Saved data entries:
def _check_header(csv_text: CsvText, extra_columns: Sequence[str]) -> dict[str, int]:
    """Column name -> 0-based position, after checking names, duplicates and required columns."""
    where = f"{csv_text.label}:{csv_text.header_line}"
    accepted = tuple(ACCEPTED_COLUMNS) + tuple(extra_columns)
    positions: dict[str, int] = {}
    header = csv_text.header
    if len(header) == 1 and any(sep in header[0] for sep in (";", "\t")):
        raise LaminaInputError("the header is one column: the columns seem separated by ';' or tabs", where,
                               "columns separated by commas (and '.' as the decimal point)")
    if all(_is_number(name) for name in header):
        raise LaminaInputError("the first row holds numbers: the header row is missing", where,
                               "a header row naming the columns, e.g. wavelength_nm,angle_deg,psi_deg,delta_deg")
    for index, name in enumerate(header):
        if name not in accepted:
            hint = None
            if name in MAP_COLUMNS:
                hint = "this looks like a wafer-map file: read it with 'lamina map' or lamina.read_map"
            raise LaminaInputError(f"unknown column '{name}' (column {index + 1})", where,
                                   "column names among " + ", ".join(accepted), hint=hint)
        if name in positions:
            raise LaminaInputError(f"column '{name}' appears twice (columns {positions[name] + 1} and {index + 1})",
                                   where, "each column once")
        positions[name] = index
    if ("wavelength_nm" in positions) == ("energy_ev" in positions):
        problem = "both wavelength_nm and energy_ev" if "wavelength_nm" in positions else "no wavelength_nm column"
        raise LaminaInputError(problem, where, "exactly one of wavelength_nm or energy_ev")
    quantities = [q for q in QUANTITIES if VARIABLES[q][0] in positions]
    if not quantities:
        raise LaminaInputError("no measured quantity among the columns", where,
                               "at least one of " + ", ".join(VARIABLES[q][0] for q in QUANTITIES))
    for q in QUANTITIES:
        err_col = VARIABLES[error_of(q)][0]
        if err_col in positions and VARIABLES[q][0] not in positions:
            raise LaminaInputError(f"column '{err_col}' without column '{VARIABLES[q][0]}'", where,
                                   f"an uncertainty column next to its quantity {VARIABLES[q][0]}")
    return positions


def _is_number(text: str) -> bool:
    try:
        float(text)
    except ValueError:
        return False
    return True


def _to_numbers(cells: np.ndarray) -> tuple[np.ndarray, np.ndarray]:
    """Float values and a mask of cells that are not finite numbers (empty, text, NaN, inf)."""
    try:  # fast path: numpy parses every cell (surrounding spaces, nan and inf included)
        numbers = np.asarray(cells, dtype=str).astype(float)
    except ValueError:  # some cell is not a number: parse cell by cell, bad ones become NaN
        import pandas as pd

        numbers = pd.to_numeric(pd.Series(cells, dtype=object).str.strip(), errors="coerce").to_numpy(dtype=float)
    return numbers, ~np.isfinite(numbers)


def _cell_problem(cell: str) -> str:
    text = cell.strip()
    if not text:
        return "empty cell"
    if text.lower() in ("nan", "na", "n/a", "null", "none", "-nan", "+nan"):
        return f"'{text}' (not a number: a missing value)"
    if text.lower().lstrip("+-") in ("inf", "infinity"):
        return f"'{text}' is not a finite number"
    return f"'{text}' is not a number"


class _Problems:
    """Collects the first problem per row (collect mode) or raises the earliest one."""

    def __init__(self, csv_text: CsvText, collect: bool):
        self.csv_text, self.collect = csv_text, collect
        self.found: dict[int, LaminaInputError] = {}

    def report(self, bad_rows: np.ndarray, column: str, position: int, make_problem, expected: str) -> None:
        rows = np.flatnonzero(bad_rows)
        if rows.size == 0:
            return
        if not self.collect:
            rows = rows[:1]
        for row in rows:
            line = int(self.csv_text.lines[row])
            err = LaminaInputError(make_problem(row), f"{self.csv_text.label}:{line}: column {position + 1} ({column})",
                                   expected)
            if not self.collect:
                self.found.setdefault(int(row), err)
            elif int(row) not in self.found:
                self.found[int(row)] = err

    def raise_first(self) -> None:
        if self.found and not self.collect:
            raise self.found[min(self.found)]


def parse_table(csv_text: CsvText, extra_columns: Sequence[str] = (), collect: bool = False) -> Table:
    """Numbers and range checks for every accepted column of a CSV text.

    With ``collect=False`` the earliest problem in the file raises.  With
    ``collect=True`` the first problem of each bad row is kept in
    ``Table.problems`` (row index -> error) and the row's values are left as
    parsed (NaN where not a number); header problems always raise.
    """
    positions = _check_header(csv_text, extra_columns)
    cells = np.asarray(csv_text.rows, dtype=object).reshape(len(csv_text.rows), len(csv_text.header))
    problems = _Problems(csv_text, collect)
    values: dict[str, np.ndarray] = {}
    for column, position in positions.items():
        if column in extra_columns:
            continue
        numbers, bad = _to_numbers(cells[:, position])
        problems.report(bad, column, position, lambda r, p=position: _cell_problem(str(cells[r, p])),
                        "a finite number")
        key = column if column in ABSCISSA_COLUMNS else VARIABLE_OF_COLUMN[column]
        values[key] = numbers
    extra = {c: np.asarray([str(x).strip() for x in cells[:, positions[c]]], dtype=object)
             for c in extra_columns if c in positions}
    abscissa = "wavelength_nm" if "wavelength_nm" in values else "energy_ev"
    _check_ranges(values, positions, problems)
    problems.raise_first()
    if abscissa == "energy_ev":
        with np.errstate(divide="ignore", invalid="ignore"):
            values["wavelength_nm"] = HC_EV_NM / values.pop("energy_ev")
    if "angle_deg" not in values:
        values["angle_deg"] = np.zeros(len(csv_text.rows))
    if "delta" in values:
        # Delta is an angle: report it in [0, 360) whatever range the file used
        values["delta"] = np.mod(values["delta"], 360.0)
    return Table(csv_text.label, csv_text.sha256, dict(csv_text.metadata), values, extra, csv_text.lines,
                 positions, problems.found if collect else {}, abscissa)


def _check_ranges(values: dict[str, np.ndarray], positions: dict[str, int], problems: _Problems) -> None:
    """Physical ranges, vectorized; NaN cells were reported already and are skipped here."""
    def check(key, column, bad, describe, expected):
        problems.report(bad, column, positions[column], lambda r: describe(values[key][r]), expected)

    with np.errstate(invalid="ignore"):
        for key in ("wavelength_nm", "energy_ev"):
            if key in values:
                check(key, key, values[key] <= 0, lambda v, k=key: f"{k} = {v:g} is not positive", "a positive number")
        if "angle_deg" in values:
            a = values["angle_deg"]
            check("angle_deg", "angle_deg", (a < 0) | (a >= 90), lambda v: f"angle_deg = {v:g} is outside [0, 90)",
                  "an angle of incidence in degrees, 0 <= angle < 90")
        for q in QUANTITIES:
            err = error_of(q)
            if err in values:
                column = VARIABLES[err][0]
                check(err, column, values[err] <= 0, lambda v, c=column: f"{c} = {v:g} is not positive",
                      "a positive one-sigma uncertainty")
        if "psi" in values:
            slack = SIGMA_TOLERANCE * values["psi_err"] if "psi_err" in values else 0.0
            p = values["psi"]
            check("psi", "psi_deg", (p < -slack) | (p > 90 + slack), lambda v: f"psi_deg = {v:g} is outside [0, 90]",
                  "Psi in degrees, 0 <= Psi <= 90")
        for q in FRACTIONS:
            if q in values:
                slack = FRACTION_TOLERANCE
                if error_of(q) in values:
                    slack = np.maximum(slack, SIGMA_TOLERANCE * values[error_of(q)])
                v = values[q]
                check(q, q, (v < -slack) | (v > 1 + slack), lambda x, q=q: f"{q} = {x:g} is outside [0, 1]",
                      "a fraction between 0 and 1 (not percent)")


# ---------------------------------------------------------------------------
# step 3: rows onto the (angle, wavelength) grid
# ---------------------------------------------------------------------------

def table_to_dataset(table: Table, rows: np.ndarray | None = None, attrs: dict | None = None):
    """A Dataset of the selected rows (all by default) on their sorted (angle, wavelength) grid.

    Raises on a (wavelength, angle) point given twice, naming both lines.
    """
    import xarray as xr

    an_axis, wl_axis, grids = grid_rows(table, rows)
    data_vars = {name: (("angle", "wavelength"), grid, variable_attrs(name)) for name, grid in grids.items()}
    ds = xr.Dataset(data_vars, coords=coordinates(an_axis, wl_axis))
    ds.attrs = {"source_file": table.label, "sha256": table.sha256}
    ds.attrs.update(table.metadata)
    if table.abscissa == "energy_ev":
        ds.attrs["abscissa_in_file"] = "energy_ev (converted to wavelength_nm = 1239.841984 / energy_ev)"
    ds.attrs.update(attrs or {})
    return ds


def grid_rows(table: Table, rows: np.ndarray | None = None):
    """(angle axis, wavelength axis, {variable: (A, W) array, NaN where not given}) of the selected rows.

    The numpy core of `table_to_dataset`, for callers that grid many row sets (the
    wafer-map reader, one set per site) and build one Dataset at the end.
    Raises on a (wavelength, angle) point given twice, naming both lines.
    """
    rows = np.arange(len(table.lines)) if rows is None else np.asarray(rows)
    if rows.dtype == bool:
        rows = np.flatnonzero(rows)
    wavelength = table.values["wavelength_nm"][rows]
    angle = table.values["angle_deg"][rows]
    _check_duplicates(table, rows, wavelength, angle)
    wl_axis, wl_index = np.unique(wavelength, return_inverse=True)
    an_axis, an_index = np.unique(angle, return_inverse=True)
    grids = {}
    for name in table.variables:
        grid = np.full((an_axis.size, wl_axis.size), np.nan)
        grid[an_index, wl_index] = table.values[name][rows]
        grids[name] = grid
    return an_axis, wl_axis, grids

==

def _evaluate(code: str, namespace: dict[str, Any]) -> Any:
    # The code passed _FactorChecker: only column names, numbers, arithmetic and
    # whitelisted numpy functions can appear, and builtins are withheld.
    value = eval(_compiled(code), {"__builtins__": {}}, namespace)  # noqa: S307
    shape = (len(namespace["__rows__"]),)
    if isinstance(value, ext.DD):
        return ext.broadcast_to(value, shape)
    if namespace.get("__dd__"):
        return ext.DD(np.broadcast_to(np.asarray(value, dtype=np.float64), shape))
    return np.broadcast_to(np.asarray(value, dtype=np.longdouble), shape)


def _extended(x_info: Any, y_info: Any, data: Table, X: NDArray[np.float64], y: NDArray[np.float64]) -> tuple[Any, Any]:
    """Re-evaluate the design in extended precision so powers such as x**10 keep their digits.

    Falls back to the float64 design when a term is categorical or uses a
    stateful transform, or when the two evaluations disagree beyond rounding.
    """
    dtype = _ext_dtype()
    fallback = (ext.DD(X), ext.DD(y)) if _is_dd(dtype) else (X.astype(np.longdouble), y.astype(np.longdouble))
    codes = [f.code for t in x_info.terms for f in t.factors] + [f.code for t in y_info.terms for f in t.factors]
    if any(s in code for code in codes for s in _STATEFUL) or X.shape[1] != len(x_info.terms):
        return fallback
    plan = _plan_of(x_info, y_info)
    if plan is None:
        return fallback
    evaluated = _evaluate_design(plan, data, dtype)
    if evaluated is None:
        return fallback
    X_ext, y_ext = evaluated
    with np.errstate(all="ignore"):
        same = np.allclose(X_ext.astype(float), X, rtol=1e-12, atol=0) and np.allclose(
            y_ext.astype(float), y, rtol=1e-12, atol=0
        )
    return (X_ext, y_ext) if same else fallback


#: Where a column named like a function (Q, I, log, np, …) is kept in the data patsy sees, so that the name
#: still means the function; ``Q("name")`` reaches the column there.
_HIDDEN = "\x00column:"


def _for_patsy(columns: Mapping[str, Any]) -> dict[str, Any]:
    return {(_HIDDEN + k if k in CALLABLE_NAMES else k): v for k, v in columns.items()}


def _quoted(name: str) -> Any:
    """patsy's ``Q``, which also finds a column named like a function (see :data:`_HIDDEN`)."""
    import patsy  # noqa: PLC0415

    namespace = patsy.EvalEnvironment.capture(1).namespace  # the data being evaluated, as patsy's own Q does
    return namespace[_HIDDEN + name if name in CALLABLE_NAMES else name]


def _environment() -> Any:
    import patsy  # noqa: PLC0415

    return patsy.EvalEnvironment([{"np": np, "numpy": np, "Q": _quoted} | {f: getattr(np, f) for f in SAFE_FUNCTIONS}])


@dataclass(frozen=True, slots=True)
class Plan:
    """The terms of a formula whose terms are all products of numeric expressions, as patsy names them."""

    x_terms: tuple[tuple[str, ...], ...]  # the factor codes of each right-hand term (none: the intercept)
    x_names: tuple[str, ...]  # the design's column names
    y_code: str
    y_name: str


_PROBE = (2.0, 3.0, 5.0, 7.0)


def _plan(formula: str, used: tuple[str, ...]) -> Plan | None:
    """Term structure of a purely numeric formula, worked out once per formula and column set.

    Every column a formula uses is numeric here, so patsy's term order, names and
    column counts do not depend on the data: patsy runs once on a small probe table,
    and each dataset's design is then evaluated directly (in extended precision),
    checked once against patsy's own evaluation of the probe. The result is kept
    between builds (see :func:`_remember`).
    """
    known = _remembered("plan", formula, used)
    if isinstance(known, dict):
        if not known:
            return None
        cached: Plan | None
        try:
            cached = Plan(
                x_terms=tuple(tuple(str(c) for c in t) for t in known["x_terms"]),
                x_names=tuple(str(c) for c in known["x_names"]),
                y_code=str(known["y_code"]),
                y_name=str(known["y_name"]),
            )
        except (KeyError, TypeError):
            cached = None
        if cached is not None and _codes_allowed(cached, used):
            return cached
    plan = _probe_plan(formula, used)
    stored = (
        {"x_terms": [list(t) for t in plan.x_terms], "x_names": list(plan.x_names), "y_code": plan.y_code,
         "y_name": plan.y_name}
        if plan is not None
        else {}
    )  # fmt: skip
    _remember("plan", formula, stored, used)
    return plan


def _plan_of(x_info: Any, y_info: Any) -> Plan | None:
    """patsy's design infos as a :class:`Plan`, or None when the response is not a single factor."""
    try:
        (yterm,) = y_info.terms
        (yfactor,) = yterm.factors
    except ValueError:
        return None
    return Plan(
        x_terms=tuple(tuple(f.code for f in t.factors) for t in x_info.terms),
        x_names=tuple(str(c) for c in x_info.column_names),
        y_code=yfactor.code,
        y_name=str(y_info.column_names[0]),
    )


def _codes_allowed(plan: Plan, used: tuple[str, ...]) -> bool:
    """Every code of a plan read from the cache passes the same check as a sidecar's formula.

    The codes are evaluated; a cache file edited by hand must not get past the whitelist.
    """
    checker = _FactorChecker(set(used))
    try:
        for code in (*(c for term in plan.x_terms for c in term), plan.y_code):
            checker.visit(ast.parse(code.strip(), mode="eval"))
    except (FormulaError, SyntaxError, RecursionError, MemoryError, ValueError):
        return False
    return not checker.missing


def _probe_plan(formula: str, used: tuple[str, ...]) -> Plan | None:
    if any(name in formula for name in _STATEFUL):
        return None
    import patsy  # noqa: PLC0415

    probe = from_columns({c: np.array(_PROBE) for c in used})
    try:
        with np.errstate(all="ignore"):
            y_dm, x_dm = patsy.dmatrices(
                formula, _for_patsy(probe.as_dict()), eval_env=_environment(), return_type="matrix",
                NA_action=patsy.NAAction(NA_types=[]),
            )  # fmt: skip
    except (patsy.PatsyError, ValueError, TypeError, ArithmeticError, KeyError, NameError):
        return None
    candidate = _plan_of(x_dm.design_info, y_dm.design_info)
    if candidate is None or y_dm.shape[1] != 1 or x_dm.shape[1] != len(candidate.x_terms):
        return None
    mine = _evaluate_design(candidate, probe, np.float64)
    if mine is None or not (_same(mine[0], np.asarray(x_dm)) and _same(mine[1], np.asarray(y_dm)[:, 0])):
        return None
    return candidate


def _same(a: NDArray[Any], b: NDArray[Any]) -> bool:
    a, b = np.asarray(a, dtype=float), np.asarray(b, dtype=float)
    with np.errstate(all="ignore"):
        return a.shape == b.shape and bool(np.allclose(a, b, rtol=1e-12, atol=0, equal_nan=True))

BRIEF:
The lines above from the one with "header is one" through the one with "if err_col in" are to be duplicated exactly, ends included, with nothing added.

EXERCISE RESPONSE:
        raise LaminaInputError("the header is one column: the columns seem separated by ';' or tabs", where,
                               "columns separated by commas (and '.' as the decimal point)")
    if all(_is_number(name) for name in header):
        raise LaminaInputError("the first row holds numbers: the header row is missing", where,
                               "a header row naming the columns, e.g. wavelength_nm,angle_deg,psi_deg,delta_deg")
    for index, name in enumerate(header):
        if name not in accepted:
            hint = None
            if name in MAP_COLUMNS:
                hint = "this looks like a wafer-map file: read it with 'lamina map' or lamina.read_map"
            raise LaminaInputError(f"unknown column '{name}' (column {index + 1})", where,
                                   "column names among " + ", ".join(accepted), hint=hint)
        if name in positions:
            raise LaminaInputError(f"column '{name}' appears twice (columns {positions[name] + 1} and {index + 1})",
                                   where, "each column once")
        positions[name] = index
    if ("wavelength_nm" in positions) == ("energy_ev" in positions):
        problem = "both wavelength_nm and energy_ev" if "wavelength_nm" in positions else "no wavelength_nm column"
        raise LaminaInputError(problem, where, "exactly one of wavelength_nm or energy_ev")
    quantities = [q for q in QUANTITIES if VARIABLES[q][0] in positions]
    if not quantities:
        raise LaminaInputError("no measured quantity among the columns", where,
                               "at least one of " + ", ".join(VARIABLES[q][0] for q in QUANTITIES))
    for q in QUANTITIES:
        err_col = VARIABLES[error_of(q)][0]
        if err_col in positions and VARIABLES[q][0] not in positions:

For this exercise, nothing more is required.